SELECT TRIM(BOTH ‘"’ FROM kv) AS kv
3. Outer query :
- Aggregation and formatting : In the outer query, we
GROUP_CONCATaggregate allkvpairs andCONCATgenerate a JSON string in the target format. - Extracting data : Use
SUBSTRING_INDEXthe `extract`id, `value`,xandy`container` methods to extract the values and convert them to the appropriate format. The key here is splitting the string and extracting the numbers.
GROUP_CONCAT(
CONCAT(
‘{“id”:"’,
SUBSTRING_INDEX(SUBSTRING_INDEX(kv, ‘:’, 1), ‘"’, -1),
‘", “x”:’,
CAST(SUBSTRING_INDEX(SUBSTRING_INDEX(kv, ‘:’, -1), ’ ', 1) AS UNSIGNED),
‘, “y”:’,
CAST(SUBSTRING_INDEX(SUBSTRING_INDEX(kv, ‘:’, -1), ’ ', -1) AS UNSIGNED),
‘}’
)
)
Final result : The final result will be a string in JSON array format.
4. Query Results
After running the above query, you will get the desired result format:
[{"id":"15775d64e52c4ba3a8eef4bafc5f40e5","x":875,"y":162},{"id":"75b67fab657748a9ab4bba141bfa0d36","x":375,"y":98},{"id":"428299fd90814b3eaf129e8246f82b2a","x":155,"y":126}]
5. Performance considerations
- Character length calculation :
CHAR_LENGTH(lct) - CHAR_LENGTH(REPLACE(lct, ',', ''))This calculation ensures we only process existing key-value pairs. This method has some performance impact, especially for large text files. - Using numeric tables : Because the structure of JSON can change, the use of numeric tables can be extended to support more key-value pairs.

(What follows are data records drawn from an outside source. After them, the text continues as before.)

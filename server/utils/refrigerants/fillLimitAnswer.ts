import { fillLimit } from '~~/utils/capacity/fillLimit'
import { fitFindings } from '~~/utils/capacity/fit'
import { liquidFullTemperature } from '~~/utils/capacity/liquidFull'
import { roomGrams, stopWeight, tareInForceGrams } from '~~/utils/capacity/stopWeight'
import type { FillPolicy, Stamp } from '~~/utils/capacity/types'
import type { FillLimitAnswer, FillLimitQuery } from '~~/utils/contract/refrigerants'
import { readingGrams, type MassReading } from '~~/utils/quantity/mass'
import { scaleAccuracyGrams } from '~~/utils/quantity/scale'
import { CATALOGUE } from '~~/utils/refrigerant/allRefrigerants'
import { problem } from '../http/problem'

/**
 * The capacity of a stamp for a refrigerant, by the firm's rule of today.
 *
 * Rounding: limits, room and stop weight down.
 * Errors: 422 for a refrigerant that the catalogue does not have, and for two service pressures that differ.
 */
export function fillLimitAnswer(query: FillLimitQuery, firmPolicy: FillPolicy): FillLimitAnswer {
  const refrigerant = CATALOGUE.refrigerants.get(query.refrigerant)
  if (!refrigerant) throw impossible('refrigerant', 'is not in the catalogue')
  const stamp = stampOf(query)
  const policy = { ...firmPolicy, shareThousandths: stricterShare(firmPolicy.shareThousandths, query.share) }
  const limit = fillLimit({
    stamp, refrigerant: query.refrigerant, condition: query.condition, burnt: query.condition === 'burnt', policy, catalogue: CATALOGUE,
  })
  const refusals = fitFindings({ stamp, refrigerant: query.refrigerant, catalogue: CATALOGUE })
    .filter(finding => finding.severity === 'stop').map(finding => ({ ...finding, since: null }))
  const netGrams = netOf(query.gross, query.tareWeight)

  const exactTareGrams = tareInForceGrams(stamp)
  const mayGiveStop = refusals.length === 0 && limit.missing.length === 0
  const stop = mayGiveStop && limit.exactLimitGrams !== null && exactTareGrams !== null
    ? stopWeight(limit.exactLimitGrams, exactTareGrams)
    : null
  const gramsWhenHot = netGrams ?? limit.fillLimitGrams
  return {
    forRefrigerant: query.refrigerant,
    governingRule: limit.governingRule,
    fillLimitGrams: limit.fillLimitGrams,
    stopWeightGrams: stop?.stopWeightGrams ?? null,
    exactStopWeightGrams: stop?.exactStopWeightGrams ?? null,
    roomGrams: stop && limit.fillLimitGrams !== null && netGrams !== null ? roomGrams(limit.fillLimitGrams, netGrams) : null,
    liquidFull: gramsWhenHot === null || limit.missing.includes('refrigerant')
      ? null
      : liquidFullTemperature({
          netGrams: gramsWhenHot, refrigerant,
          waterCapacityGrams: query.waterCapacity ? readingGrams(query.waterCapacity) : null,
        }),
    share: policy.shareThousandths / 1000,
    terms: limit.terms,
    missing: netGrams === null ? [...limit.missing, 'weight'] : limit.missing,
    refusals,
    netGrams,
  }
}

function stampOf(query: FillLimitQuery): Stamp {
  const { spec, servicePressurePsig: inMark } = query.spec
  const given = query.servicePressurePsig
  if (inMark !== null && given !== undefined && inMark !== given) {
    throw impossible('servicePressurePsig', `differs from the ${inMark} psig in the specification`)
  }
  return {
    serial: null,
    spec,
    servicePressurePsig: inMark ?? given ?? null,
    tareWeight: query.tareWeight ?? null,
    waterCapacity: query.waterCapacity ?? null,
    madeMonth: null,
    flammableMarked: query.flammableMarked === 'true',
  }
}

/** The lower of the firm's share and the one asked for; what lies between two thousandths goes down. */
function stricterShare(firmThousandths: number, share: number | undefined): number {
  const floatNoise = 1e-9
  return share === undefined ? firmThousandths : Math.min(firmThousandths, Math.floor(share * 1000 + floatNoise))
}

/** Net by the scale; below tare 0 within the scale's accuracy, else not known. */
function netOf(gross: MassReading | undefined, tare: MassReading | undefined): number | null {
  if (!gross || !tare) return null
  const net = readingGrams(gross) - readingGrams(tare)
  if (net >= 0) return net
  return -net <= scaleAccuracyGrams(readingGrams(gross)) ? 0 : null
}

function impossible(path: string, message: string) {
  return problem(422, 'This cannot be computed', 'Mend what is named.', [{ path, message }])
}
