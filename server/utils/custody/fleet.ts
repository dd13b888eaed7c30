import type { InStatement, InValue, Row } from '@libsql/client'
import type { CylinderRow, FleetAnswer, FleetQuery } from '../../../utils/contract/custody'
import type { Database } from '../database/database'
import { directory } from '../directory/directory'
import { dateBounds, type DateBounds } from './dateBounds'
import { fleetCursorText, readFleetCursor, type FleetCursor } from './fleetCursor'
import { fleetFilter, type FleetFilter } from './fleetFilter'
import { readingOrder, stretchesOf, type ReadStretch } from './fleetOrder'
import { fleetTotal } from './fleetTotal'
import { listedRows, rowColumns, type ListedRow } from './listedRows'

/**
 * A page of the fleet, filtered and sorted by the cache of the fold and today's date.
 *
 * A page goes on from the cylinder on which the one before ended, not from a count: whatever changes in between, what
 * stays as it is comes once.
 *
 * Errors: 400 for a cursor that is none of ours.
 */
export async function fleet(db: Database, query: FleetQuery, nowMs: number): Promise<FleetAnswer> {
  const from = await directory(db)
  const bounds = dateBounds(from, nowMs)
  const cursor = readFleetCursor(query.cursor, query, stretchesOf(query.sort, bounds).length)
  const page = await db.readClient.execute(fleetPage(query, cursor, bounds, rowColumns(from, nowMs)))
  const read = page.rows.slice(0, query.limit)
  const hasMore = page.rows.length > query.limit
  const shown = cursor?.isBackward ? read.reverse() : read
  const after = cursor?.isBackward ? true : hasMore
  const before = cursor?.isBackward ? hasMore : cursor !== null
  const at = (row: Row | undefined, isBackward: boolean) => row === undefined
    ? null
    : fleetCursorText({ isBackward, stretch: row['stretch'] as number, value: row['sort_value'] as FleetCursor['value'], id: row['id'] as string }, query)
  return {
    items: (await listedRows(db, shown, from, nowMs)).map(({ row }) => row),
    nextCursor: after ? at(shown.at(-1), false) : null,
    prevCursor: before ? at(shown[0], true) : null,
    total: await fleetTotal(db, fleetFilter(query, bounds)),
  }
}

/** The statement that reads a page and one row more: the stretches one after another, as far as the page needs them. */
export function fleetPage(query: FleetQuery, cursor: FleetCursor | null, bounds: DateBounds, columns: FleetFilter): InStatement {
  const filter = fleetFilter(query, bounds)
  const order = readingOrder(query.sort, query.order, cursor?.isBackward ?? false, bounds)
  const left = cursor === null ? order : order.slice(order.findIndex(stretch => stretch.index === cursor.stretch))
  const parts = left.map((stretch, place) => stretchRows(stretch, filter, place === 0 ? cursor : null, query.limit + 1))
  return {
    sql: `SELECT ${columns.sql}, k.stretch, k.sort_value FROM (${parts.map(part => part.sql).join(' UNION ALL ')} LIMIT ?) k CROSS JOIN cylinders c ON c.id = k.id`,
    args: [...columns.args, ...parts.flatMap(part => part.args), query.limit + 1],
  }
}

function stretchRows({ where, by, index, isDown }: ReadStretch, filter: FleetFilter, after: FleetCursor | null, limit: number): FleetFilter {
  const way = isDown ? 'DESC' : 'ASC'
  const compare = isDown ? '<' : '>'
  const seek = after === null ? '' : by === null ? ` AND c.id ${compare} ?` : ` AND (${by}, c.id) ${compare} (?, ?)`
  const from: InValue[] = after === null ? [] : by === null ? [after.id] : [after.value, after.id]
  return {
    sql: `SELECT * FROM (SELECT c.id AS id, ${index} AS stretch, ${by ?? 'NULL'} AS sort_value FROM cylinders c
      WHERE (${where.sql}) AND ${filter.sql}${seek} ORDER BY ${by === null ? '' : `${by} ${way}, `}c.id ${way} LIMIT ?)`,
    args: [...where.args, ...filter.args, ...from, limit],
  }
}

/** Rows of the fleet by id, with the version of each. */
export async function cylinderRows(db: Database, ids: readonly string[], nowMs: number): Promise<Map<string, ListedRow>> {
  if (ids.length === 0) return new Map()
  const from = await directory(db)
  const columns = rowColumns(from, nowMs)
  const result = await db.readClient.execute({
    sql: `SELECT ${columns.sql} FROM cylinders c WHERE c.id IN (${ids.map(() => '?').join(', ')})`,
    args: [...columns.args, ...ids],
  })
  return new Map((await listedRows(db, result.rows, from, nowMs)).map(listed => [listed.row.id, listed]))
}

/** Rows of the fleet that a filter lets through, at most `limit` where there is one, in the order of their ids. */
export async function cylinderRowsWhere(db: Database, filter: FleetFilter, limit: number | null, nowMs: number): Promise<CylinderRow[]> {
  const from = await directory(db)
  const columns = rowColumns(from, nowMs)
  const result = await db.readClient.execute({
    sql: `SELECT ${columns.sql} FROM cylinders c WHERE ${filter.sql} ORDER BY c.id LIMIT ?`,
    // For the database a limit below nothing is none.
    args: [...columns.args, ...filter.args, limit ?? -1],
  })
  return (await listedRows(db, result.rows, from, nowMs)).map(({ row }) => row)
}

In practical applications, you can increase the range of numbers as needed.
6. Summary
Through the SQL query above, we successfully extracted data from a field containing a JSON string and converted it into another structured format. This method demonstrates MySQL’s flexibility and powerful capabilities in handling JSON data.
In practical applications, you can modify queries appropriately according to specific needs to adapt to JSON data with different structures. Furthermore, understanding the use of string manipulation and aggregate functions in SQL is crucial for improving data processing capabilities and efficiency.